Lausanne, le 28 février 2014
Souvent, lorsqu’on travaille avec une nouvelle construction plasmidique (construct), nous voulons vérifier que les bactéries qui ont incorporé le plasmide produisent bel et bien la protéine dont le gène se trouve sur le plasmide. Pour cela, il est conseillé d’effectuer un test d’expression de protéine à petite échelle avant de passer à une échelle plus grande, nécessaire à la production d’une quantité importante de protéine. Dans le cas où la protéine n’est pas exprimée, cela peut indiquer un problème avec le plasmide ou bien que la protéine est dégradée (en particulier dans le cas d’une expression dans des cellules eucaryotes, où le protéasome dégrade les protéines mal pliées) et il faut résoudre ce problème avant de passer à une expression à grande échelle.
Point de départ de l’expérience: colonies sur boîte d’agar.
Point d’arrivée: gels de polyacrylamide produits par SDS-PAGE et indiquant le degré d’expression de la protéine.
Marche à suivre
1. Choisir une ou plusieurs colonies en essayant d’éviter les colonies satellites (cf. lexique pour définition). Choisir plusieurs colonies augmente les chances d’obtenir au moins un résultat positif. Les étapes suivantes sont décrites pour une colonie.
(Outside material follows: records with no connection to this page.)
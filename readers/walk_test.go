package readers

import (
	"context"
	"testing"

	"strainledger/mesh"
)

// Several workers share the indexes and tables of a file; each cell comes once and is
// the same for any number of workers.
func TestWorkersShareAFile(t *testing.T) {
	grid := newTestGrid(4000)
	for name, data := range map[string][]byte{
		"ascii":       grid.file(testCoding{form: "ascii"}),
		"wrapped":     grid.file(testCoding{form: "binary", wrap: 70}),
		"zlib":        grid.file(testCoding{form: "raw", compressor: "zlib", blockSize: 3000}),
		"legacy list": grid.legacy(t, false, "4.2"),
	} {
		t.Run(name, func(t *testing.T) {
			for _, workers := range []int{1, 3} {
				model, err := openBytes(data, Options{})
				if err != nil {
					t.Fatal(err)
				}
				stress := make([]float64, len(grid.stress))
				region := make([]int64, len(grid.region))
				points := make([]float64, 3*len(grid.region)) // of the first node of each cell
				walk := mesh.NewWalk(model, workers, 100)
				want := &mesh.Want{CellValues: []string{"stress"}, Labels: []string{"region"}}
				err = walk.Each(context.Background(), want, nil, func(int) mesh.Visitor {
					return func(c *mesh.Chunk) error {
						copy(stress[6*c.First:], c.Values[0])
						copy(region[c.First:], c.Labels[0])
						for i := range c.Count {
							copy(points[3*(c.First+int64(i)):], c.Points[3*c.Nodes[c.Start[i]]:][:3])
						}
						return nil
					}
				})
				if err != nil {
					t.Fatal(err)
				}
				if err := walk.Close(); err != nil {
					t.Error(err)
				}
				if at := firstDifference(stress, grid.stress); at >= 0 {
					t.Errorf("%d workers: stress %d is %v, want %v", workers, at, stress[at], grid.stress[at])
				}
				start := 0
				for i, label := range region {
					node := int(grid.connectivity[start])
					if float64(label) != grid.region[i] || firstDifference(points[3*i:3*i+3], grid.points[3*node:3*node+3]) >= 0 {
						t.Fatalf("%d workers: cell %d has region %d and begins at %v", workers, i, label, points[3*i:3*i+3])
					}
					start = int(grid.offsets[i])
				}
			}
		})
	}
}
2. Inoculer 4 tubes de culture de 12 ml contenant 2 ml de milieu de culture LB + antibiotique à partir d’une seule colonie. En outre, il est conseillé d’avoir un contrôle négatif et un contrôle positif pour l’expression. Pour le contrôle positif, utiliser un stock de glycérol dont on sait qu’il exprime une protéine (n’importe laquelle) et pour le contrôle négatif utiliser des bactéries non transformées. Enfin, utiliser un tube supplémentaire inoculé avec n’importe quelle colonie. Ce tube servira à mesur la densité optique (DO) à 600 nm.
3. Incuber avec rotation à 37°C pendant quelques heures jusqu’à ce que la densité optique à 600 nm du tube supplémentaire atteigne au moins 0.6. A ce moment-là, les 4 tubes inoculés avec la même colonie prennent des chemins différents:
a. Un tube, marqué iNI37, reste à 37°C sans aucun traitment. i va de 1 au nombre de colonies sélectionnées.
b. Un autre tube, marqué iI37, est induit à l’IPTG (1 mM de concentration finale) et reste à 37°C.
c. Un troisième tube, marqué iNI18, est déplacé à 18°C.
d. Le dernier tube, enfin, marqué iI18, est induit avec de l’IPTG et déplacé à 18°C. C’est ce dernier tube qui donne normalement l’expression maximale, en raison de l’induction et du déplacement à 18°C. A cette dernière température, les bactéries cessent de se multiplier et peuvent focaliser leur énergie sur la production de la protéine d’intérêt.
4. Laisser incuber au moins 3,5 heures aux températures respectives. Si c’est très tard et que vous voulez rentrer à la maison absolument, vous pouvez aussi laisser incuber du jour au lendemain.
5. Après l’incubation, transférer 1 ml de culture dans un tube eppendorf de 1,5 ml.
6. Centrifuger 10 min à 15’000 rpm.
7. Jeter le surnageant.
8. Resolubiliser le culot dans 200 µl de BugBuster. Cette solution va lyser les cellules.
9. Centrifuger 10 min à 15’000 rpm.
10. Transférer le surnageant (la partie soluble) dans un autre eppendorf de 1,5 ml.
11. Aliquoter 30 µl de partie soluble dans un autre tube eppendorf contenant 30 µl de solution Lämmli 2x (solution de chargement pour le SDS-PAGE).
12. Resuspendre le culot (la partie insoluble) dans 50 µl de solution Lämmli 2x.
13. Chauffer les tubes contenant le Lämmli à 95°C pendant 5 min et charger dans des gels de polyacrylamide.
Il est aussi possible d’utiliser des erlenmeyer au lieu des tubes de culture.
Lexique
Colonie satellite: colonie de bactéries non transformées qui réussit à pousser sur de l’agar contenant de l’antibiotique en raison de la dégradation de l’antibiotique par une colonie voisine qui exprime la résistance à l’antibiotique et dégrade l’antibiotique qui l’entoure.